= Frederick C. Peerenboom =

American radio and TV broadcaster

Frederick C. Peerenboom, better known as Fritz the Nite Owl (born December 27, 1934, in Nekoosa, Wisconsin), is an American radio and television personality in Columbus, Ohio.

==Early career==
Peerenboom's professional radio career began in 1959 after his honorable discharge from the U.S. Army Signal Corps. While in the Army, he was stationed at the Signal Corps Pictorial Center (formerly the Paramount Studios New York facility). Here he narrated, acted in, and wrote numerous army promotional and training films. He expanded his knowledge of the visual techniques and effects that could be created on TV, which he subsequently used on his TV show.

He made a few visual appearances in the DC comic book, "The Power Of Shazam!", in which he helped Captain Marvel and Superman save the universe. Among his many freelance narrations and acting performances, he was the voice of "Green Lantern" in the short-lived Warner Video Comics series.

==Nite Owl Theatre==
Fritz is best known for hosting "Nite Owl Theatre" on WBNS-TV from 1974 to 1991. He would add improvised humorous commentaries over jazz music between segments of the film and the commercial breaks. Along with these commentaries, his unique visual introductions, mid-breaks, and closes helped him win five Emmy Awards for his TV performances.

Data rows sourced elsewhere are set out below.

/**
 * Columnar bulk insert through the DuckDB appender, in whole data chunks of up to 2048 rows
 * (the DuckDB vector size). Appending row by row is about 30× slower (../../shared/STACK.md).
 *
 * Each column is given as a function row → value, so the caller can read straight from its
 * typed arrays without building per-row objects. FLOAT[] lists are copied into the list's
 * child vector in one block per chunk.
 */
import duckdb from '@duckdb/node-bindings';
import { DuckDBDataChunk, type DuckDBConnection } from '@duckdb/node-api';
import { StoreError } from './errors.ts';
import type { ColumnDef, SqlType, TableDef } from './schema.ts';

export type CellValue = string | number | boolean | Date | Float32Array | Uint16Array | null;

/** One value source per column name of the table; every column must be present. */
export type ColumnSources = Record<string, (row: number) => CellValue>;

/** Append rowCount rows to table, column values read from sources. Runs inside the caller's transaction. */
export async function appendColumns(connection: DuckDBConnection, table: TableDef, rowCount: number, sources: ColumnSources): Promise<void> {
  if (rowCount === 0) return;
  for (const name of Object.keys(sources)) {
    if (!table.columns.some((c) => c.name === name)) throw new StoreError(`no such column`, { table: table.name, column: name });
  }
  const getters = table.columns.map((c) => {
    const get = sources[c.name];
    if (get) return get;
    if (c.notNull) throw new StoreError('value source missing for a NOT NULL column', { table: table.name, column: c.name });
    return () => null;
  });
  const appender = await connection.createAppender(table.name);
  try {
    const types = Array.from({ length: appender.columnCount }, (_, i) => appender.columnType(i));
    if (types.length !== table.columns.length) {
      throw new StoreError(`database has ${types.length} columns, schema.ts has ${table.columns.length}`, { table: table.name });
    }
    table.columns.forEach((def, c) => {
      if (types[c].typeId !== TYPE_ID[def.type])
        throw new StoreError(`database column is ${types[c].toString()}, schema.ts says ${def.type}`, { table: table.name, column: def.name });
    });
    const encoded = new Map<string, Uint8Array>();
    const chunkRows = duckdb.vector_size();
    for (let start = 0; start < rowCount; start += chunkRows) {
      const n = Math.min(chunkRows, rowCount - start);
      const chunk = DuckDBDataChunk.create(types, n);
      for (let c = 0; c < table.columns.length; c++) {
        const def = table.columns[c];
        if (def.type === 'FLOAT[]' || def.type === 'USMALLINT[]') fillList(chunk, c, def, table.name, start, n, getters[c]);
        else fillScalar(duckdb.data_chunk_get_vector(chunk.chunk, c), def, table.name, start, n, getters[c], encoded);
      }
      appender.appendDataChunk(chunk);
    }
    appender.flushSync();
  } catch (error) {
    // Closing an appender whose flush failed raises "transaction is aborted"; keep the first error.
    try {
      appender.closeSync();
    } catch {
      // the original error below says what went wrong
    }
    throw error;
  }
  appender.closeSync();
}

/** DuckDB type id (duckdb.h duckdb_type) of each schema type; JSON is a VARCHAR with an alias. */
const TYPE_ID: Record<SqlType, number> = {
  VARCHAR: 17,
  JSON: 17,
  INTEGER: 4,
  DOUBLE: 11,
  FLOAT: 10,
  BOOLEAN: 1,
  TIMESTAMP: 12,
  'FLOAT[]': 24,
  'USMALLINT[]': 24,
};

/**
 * One scalar column of a chunk: each value checked, then numbers, booleans and timestamps copied
 * into the vector in one block, strings assigned one by one from UTF-8 bytes encoded once per
 * distinct string (`encoded`, shared by the columns of one append), nulls cleared in the
 * validity mask (DuckDB's: bit i of little-endian 64-bit words, 1 = valid).
 */
function fillScalar(
  vector: duckdb.Vector,
  def: ColumnDef,
  table: string,
  start: number,
  n: number,
  get: (row: number) => CellValue,
  encoded: Map<string, Uint8Array>,
): void {
  if (def.type === 'FLOAT[]' || def.type === 'USMALLINT[]') throw new StoreError('list column filled as scalar', { table, column: def.name });
  const valid = new Uint8Array(Math.ceil(n / 64) * 8).fill(0xff);
  let nulls = 0;
  const block = newBlock(def.type, n); // null for strings
  for (let i = 0; i < n; i++) {
    const v = get(start + i);
    if (v === null || v === undefined) {
      if (def.notNull) throw new StoreError('null in a NOT NULL column', { table, column: def.name, row: start + i });
      valid[i >> 3] &= ~(1 << (i & 7));
      nulls++;
      continue;
    }
    if (!fits(def.type, v)) throw new StoreError(`expected ${EXPECTED[def.type]}, got ${describe(v)}`, { table, column: def.name, row: start + i });
    if (block === null) {
      let bytes = encoded.get(v as string);
      if (bytes === undefined) encoded.set(v as string, (bytes = UTF8.encode(v as string)));
      duckdb.vector_assign_string_element_len(vector, i, bytes);
    } else if (block instanceof BigInt64Array)
      block[i] = BigInt((v as Date).getTime()) * 1000n; // TIMESTAMP: µs since the epoch
    else block[i] = v === true ? 1 : v === false ? 0 : (v as number);
  }
  if (block && n > 0) duckdb.copy_data_to_vector(vector, 0, block.buffer as ArrayBuffer, 0, block.byteLength);
  if (nulls > 0) {
    duckdb.vector_ensure_validity_writable(vector);
    duckdb.copy_data_to_vector_validity(vector, 0, valid.buffer, 0, valid.byteLength);
  }
}

/** The vector's data as a typed array of its width (DuckDB: INTEGER int32, DOUBLE/FLOAT, BOOLEAN one byte, TIMESTAMP int64 µs); null for strings. */
function newBlock(type: SqlType, n: number): Int32Array | Float64Array | Float32Array | Uint8Array | BigInt64Array | null {
  switch (type) {
    case 'INTEGER':
      return new Int32Array(n);
    case 'DOUBLE':
      return new Float64Array(n);
    case 'FLOAT':
      return new Float32Array(n);
    case 'BOOLEAN':
      return new Uint8Array(n);
    case 'TIMESTAMP':
      return new BigInt64Array(n);
    default:
      return null;
  }
}

const EXPECTED: Record<SqlType, string> = {
  VARCHAR: 'a string',
  JSON: 'a string',
  INTEGER: 'a 32-bit integer',
  DOUBLE: 'a finite number (null for missing)',
  FLOAT: 'a finite number (null for missing)',
  BOOLEAN: 'a boolean',
  TIMESTAMP: 'a Date',
  'FLOAT[]': 'a Float32Array',
  'USMALLINT[]': 'a Uint16Array',
};

function fits(type: SqlType, v: CellValue): boolean {
  switch (type) {
    case 'VARCHAR':
    case 'JSON':
      return typeof v === 'string';
    case 'INTEGER':
      return typeof v === 'number' && Number.isInteger(v) && Math.abs(v) <= 2 ** 31 - 1;
    case 'DOUBLE':
    case 'FLOAT':
      return typeof v === 'number' && Number.isFinite(v);
    case 'BOOLEAN':
      return typeof v === 'boolean';
    case 'TIMESTAMP':
      return v instanceof Date && !Number.isNaN(v.getTime());
    case 'FLOAT[]':
      return v instanceof Float32Array;
    case 'USMALLINT[]':
      return v instanceof Uint16Array;
  }
}

const UTF8 = new TextEncoder();

function describe(value: unknown): string {
  if (value instanceof Float32Array) return `Float32Array(${value.length})`;
  if (value instanceof Uint16Array) return `Uint16Array(${value.length})`;
  return typeof value === 'string' ? JSON.stringify(value.slice(0, 80)) : String(value);
}

/** FLOAT[] and USMALLINT[]: list entries (offset, length) per row, then all values copied into the list's child vector at once. */
function fillList(chunk: DuckDBDataChunk, column: number, def: ColumnDef, table: string, start: number, n: number, get: (row: number) => CellValue): void {
  const floats = def.type === 'FLOAT[]';
  const lists: (Float32Array | Uint16Array)[] = new Array(n);
  const entries = new BigUint64Array(2 * n);
  let total = 0;
  for (let i = 0; i < n; i++) {
    const value = get(start + i);
    const where = { table, column: def.name, row: start + i };
    if (!fits(def.type, value)) throw new StoreError(`expected ${EXPECTED[def.type]}, got ${describe(value)}`, where);
    const list = value as Float32Array | Uint16Array;
    if (floats) {
      for (let k = 0; k < list.length; k++) {
        if (!Number.isFinite(list[k])) throw new StoreError(`non-finite value ${list[k]} at index ${k}`, where);
      }
    }
    lists[i] = list;
    entries[2 * i] = BigInt(total);
    entries[2 * i + 1] = BigInt(list.length);
    total += list.length;
  }
  const flat = floats ? new Float32Array(total) : new Uint16Array(total);
  for (let i = 0, at = 0; i < n; i++) {
    flat.set(lists[i], at);
    at += lists[i].length;
  }
  const vector = duckdb.data_chunk_get_vector(chunk.chunk, column);
  duckdb.list_vector_reserve(vector, total);
  duckdb.list_vector_set_size(vector, total);
  const child = duckdb.list_vector_get_child(vector);
  if (total > 0) duckdb.copy_data_to_vector(child, 0, flat.buffer as ArrayBuffer, 0, flat.byteLength);
  duckdb.copy_data_to_vector(vector, 0, entries.buffer, 0, entries.byteLength);
}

His show, "Nite Owl Jazz: What's New in Jazz for the 21st Century," ran for seventeen years.

Fritz resumed hosting movies in October 2010 with a showing of Night of the Living Dead at Grandview Theatre in Columbus. The new series is a reboot of the original Nite Owl Theatre and is written by Peerenboom and directed, produced and edited by filmmaker Mike McGraner. He currently records one movie with host bumper segments and vintage commercials per month. The movies premiere at Grandview Theatre, usually on the last Saturday of the month.

In January 2012, the live showing of his monthly internet version of Nite Owl Theatre moved from the Grandview Theatre to Studio 35 on Indianola Avenue in Columbus, OH, and in 2014 moved to the Gateway Film Center and has been showing episodes there since.

In March 2012, Fritz was inducted into the Horror Host Hall of Fame along with Elvira, Joe Bob Briggs and a few other nationally known horror hosts at HorrorHound Weekend in Columbus.

Fritz is also featured in a book titled, American Scary recently written by Michael Monahan, released in December 2011.

In his book "From the Black Chair: 365 Horror Movie Reviews", author Joshua P. Mogan credits Fritz and Nite Owl Theatre for helping introduce him to horror films.

==Awards and honors==
Fritz has earned five regional Emmys for his performance on the original show through 1974 to 1991. He received a 6th Emmy in 2013 for his work on the reboot of the series that began in 2010.